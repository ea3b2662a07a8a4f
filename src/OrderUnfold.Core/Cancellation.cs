namespace OrderUnfold;

/// <summary>
/// The cancellation token of the current run (Ctrl-C, SIGTERM, a caller's timeout), visible to the long loops of
/// reading, solving and refining without threading a parameter through every signature: the command line (or a
/// library caller) sets it with <see cref="Use"/>, and loop heads call <see cref="ThrowIfRequested"/>. It flows
/// into tasks and threads started from the run (an <see cref="AsyncLocal{T}"/>).
/// </summary>
public static class Cancellation
{
    private static readonly AsyncLocal<CancellationToken> Ambient = new();

    /// <summary>The token of the current run (<see cref="CancellationToken.None"/> outside any scope).</summary>
    public static CancellationToken Token => Ambient.Value;

    /// <summary>Throws <see cref="OperationCanceledException"/> when the current run has been cancelled.</summary>
    public static void ThrowIfRequested() => Ambient.Value.ThrowIfCancellationRequested();

    /// <summary>Makes <paramref name="token"/> the current run's token until the returned scope is disposed.</summary>
    public static IDisposable Use(CancellationToken token)
    {
        var previous = Ambient.Value;
        Ambient.Value = token;
        return new Scope(previous);
    }

    private sealed class Scope(CancellationToken previous) : IDisposable
    {
        public void Dispose() => Ambient.Value = previous;
    }
}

== Your instructions ==
Only the lines from the start of the data to the line holding "long loops of" are wanted; return them exactly, both ends included.

== Exercise response ==
repository ea3b2662a07a8a4f
filename src/OrderUnfold.Core/Cancellation.cs
namespace OrderUnfold;

/// <summary>
/// The cancellation token of the current run (Ctrl-C, SIGTERM, a caller's timeout), visible to the long loops of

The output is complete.